Oznacza to, że nie poznamy detali śledztwa, a sąd zostanie szczelnie zamknięty.
Nikt nie będzie znał ani jednego szczegółu sprawy.
Ta tajemnica sprawy była nieunikniona. Oczywiście Kreml boi się, że Girkin będzie „śpiewał”.
Sąd jest doskonałą platformą do wyjawiania nikczemnych sekretów reżimu. To nie jest stream, nie kolejny wywiad - to „proceduralne” zeznania.
Girkin jest wtajemniczony we wszystko, co było związane z pierwotną okupacją Donbasu przez Rosję, wie wszystko o tym, jak przez osiem lat, metodycznie i nikczemnie, Putin podżegał do tej wojny.

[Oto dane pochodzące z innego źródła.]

function ThreeTimerBody({ data, rates, ratesFailed, boundary }: { data: ThreeTimer; rates: RatesResult | null; ratesFailed: boolean; boundary: number | null }) {
  const helpId = useId();
  const stages = data.stages;
  const crosser = new Map((rates?.stages ?? []).map((s) => [s.name, s]));
  const rateData: RateDatum[] = stages.map((s) => {
    const d: RateDatum = { stage: s.label };
    if (s.extinction !== null) d.threeTimerExtinction = s.extinction;
    if (s.origination !== null) d.threeTimerOrigination = s.origination;
    const q = crosser.get(s.bin)?.q;
    if (q !== undefined && q !== null) d.crosserExtinction = q;
    return d;
  });
  const completenessData: CompletenessDatum[] = stages.map((s) => (s.samplingCompleteness === null ? { stage: s.label } : { stage: s.label, completeness: s.samplingCompleteness }));
  const values = rateData.flatMap((d) => SERIES.map((k) => d[k.key]).filter((v): v is number => v !== undefined));
  const anyRate = values.length > 0;
  const yMin = Math.min(0, ...values);
  const yMax = Math.max(0.1, ...values) * 1.1;
  const poorlySampled = stages.filter((s) => s.samplingCompleteness !== null && s.samplingCompleteness < LOW_COMPLETENESS);
  const boundaryIndex = boundary === null ? -1 : stages.findIndex((s) => Math.abs(s.topMa - boundary) < 1e-9);
  const rotate = stages.length > 8 ? -40 : 0;
  const boundaryLayer = (layer: BarCustomLayerProps<RateDatum> | BarCustomLayerProps<CompletenessDatum>) =>
    boundaryIndex >= 0 && boundaryIndex < stages.length - 1 ? (
      <BoundaryLine layer={layer} before={stages[boundaryIndex]!.label} after={stages[boundaryIndex + 1]!.label} boundary={boundary!} />
    ) : null;

  return (
    <div className="space-y-4">
      <div>
        <h3 className="text-sm font-semibold text-stone-800">Extinction and origination rates per stage</h3>
        {anyRate ? (
          <div className="mt-2 h-80" data-testid="three-timer-rates-chart">
            <DeferredBar<RateDatum>
              data={rateData}
              keys={SERIES.map((s) => s.key)}
              indexBy="stage"
              groupMode="grouped"
              margin={{ top: 24, right: 16, bottom: 72, left: 64 }}
              padding={0.2}
              innerPadding={1}
              valueScale={{ type: "linear", min: yMin, max: yMax }}
              colors={(bar) => SERIES.find((s) => s.key === bar.id)?.colour ?? COLOR.crosser}
              theme={CHART_THEME}
              enableLabel={false}
              animate={false}
              axisBottom={{ tickSize: 4, tickPadding: 6, tickRotation: rotate }}
              axisLeft={{ tickSize: 4, tickPadding: 6, format: (v: number) => formatRate(v), legend: "Per-capita rate per stage (ln units)", legendPosition: "middle", legendOffset: -54 }}
              layers={["grid", "axes", "bars", boundaryLayer as never]}
              tooltip={(props: BarTooltipProps<RateDatum>) => <StageTooltip stage={stages[props.index]!} series={SERIES.find((s) => s.key === props.id)!.label} value={props.value ?? null} />}
              role="img"
              ariaLabel={`Three-timer extinction and origination and boundary-crosser extinction per stage, ${stages[0]!.label} to ${stages[stages.length - 1]!.label}`}
              ariaDescribedBy={helpId}
            />
          </div>
        ) : (
          <p className="mt-2 rounded-lg border border-dashed border-stone-300 px-4 py-6 text-center text-[15px] text-stone-500">
            No stage has a three-timer rate yet: a rate needs taxa found in the stage and in both neighbouring stages.
          </p>
        )}
        <p className="mt-2 flex flex-wrap gap-x-5 gap-y-1 text-sm text-stone-600">
          {SERIES.map((s) => (
            <span key={s.key} className="inline-flex items-center gap-2">
              <span className="inline-block size-3 rounded-sm" style={{ background: s.colour }} aria-hidden="true" />
              {s.label}
            </span>
          ))}
          {boundaryIndex >= 0 && (
            <span className="inline-flex items-center gap-2">
              <span className="inline-block h-3 w-0.5" style={{ background: COLOR.boundary }} aria-hidden="true" />
              The chosen boundary
            </span>
          )}
        </p>
      </div>

      <div>
        <h3 className="text-sm font-semibold text-stone-800">Sampling completeness per stage</h3>
        <div className="mt-2 h-56" data-testid="three-timer-completeness-chart">
          <DeferredBar<CompletenessDatum>
            data={completenessData}
            keys={["completeness"]}
            indexBy="stage"
            margin={{ top: 16, right: 16, bottom: 72, left: 64 }}
            padding={0.25}
            valueScale={{ type: "linear", min: 0, max: 1 }}
            colors={(bar) => ((bar.value ?? 1) < LOW_COMPLETENESS ? COLOR.low : COLOR.completeness)}
            theme={CHART_THEME}
            enableLabel={false}
            animate={false}
            axisBottom={{ tickSize: 4, tickPadding: 6, tickRotation: rotate }}
            axisLeft={{ tickSize: 4, tickPadding: 6, tickValues: [0, 0.25, 0.5, 0.75, 1], legend: "Completeness (0 to 1)", legendPosition: "middle", legendOffset: -54 }}
            layers={["grid", "axes", "bars", (layer: BarCustomLayerProps<CompletenessDatum>) => <LowLine layer={layer} />, boundaryLayer as never]}
            tooltip={(props: BarTooltipProps<CompletenessDatum>) => <StageTooltip stage={stages[props.index]!} series="Sampling completeness" value={props.value ?? null} />}
            role="img"
            ariaLabel={`Sampling completeness per stage, ${stages[0]!.label} to ${stages[stages.length - 1]!.label}; ${poorlySampled.length} below ${LOW_COMPLETENESS}`}
            ariaDescribedBy={helpId}
          />
        </div>
      </div>

      <Caution title="A poorly sampled stage inflates the apparent extinction before it">
        Taxa that lived through a stage but were not found in it look as if they died out in the stage before, so low sampling completeness (below{" "}
        {LOW_COMPLETENESS}, drawn in ochre) makes the stage before it look like a crisis. Three-timer rates allow for this by the stage's completeness; the
        boundary-crosser rate of the coded ranges does not.
        {poorlySampled.length > 0 && ` Poorly sampled here: ${poorlySampled.map((s) => `${s.label} (${s.samplingCompleteness!.toFixed(2)})`).join(", ")}.`}
      </Caution>

      <div id={helpId} className="space-y-1 text-sm text-stone-600">
        <p>
          {data.method} Extinction = ln(two-timers below ÷ three-timers) + ln(completeness); origination the same with the two-timers above. Boundary-crosser q =
          −ln(through ÷ (through + lost)), from the coded first and last appearances.
        </p>
        <p>
          {pluralize(data.occurrenceCount, "find")}.
          {data.straddling > 0 && ` ${pluralize(data.straddling, "find")} dated across a stage limit count in no stage.`} A stage without a bar has no
          defined value (no taxon found on both sides of it, or none found in it and its neighbours).
          {ratesFailed && " The boundary-crosser rates could not be loaded, so they are left out."}
        </p>
      </div>

      <details>
        <summary className="cursor-pointer text-sm font-medium text-accent-700 hover:text-accent-900">Numbers behind the charts</summary>
        <NumbersTable stages={stages} crosserQ={(s) => crosser.get(s.bin)?.q ?? null} boundaryIndex={boundaryIndex} />
      </details>
    </div>
  );
}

Girkin wie o wiele za dużo o wykradzeniu Krymu z Ukrainy, o Boeingu, Buku, masowych egzekucjach pod Donieckiem i Słowiańskiem.
Nikt na Kremlu nie jest pewien, czy rekonstruktor-terrorysta pęknie, czy nie. Czy zacznie ujawniać wszystkie pikantne szczegóły, czy ograniczy się do kilku sensacyjnych zeznań, które podkręcą atmosferę.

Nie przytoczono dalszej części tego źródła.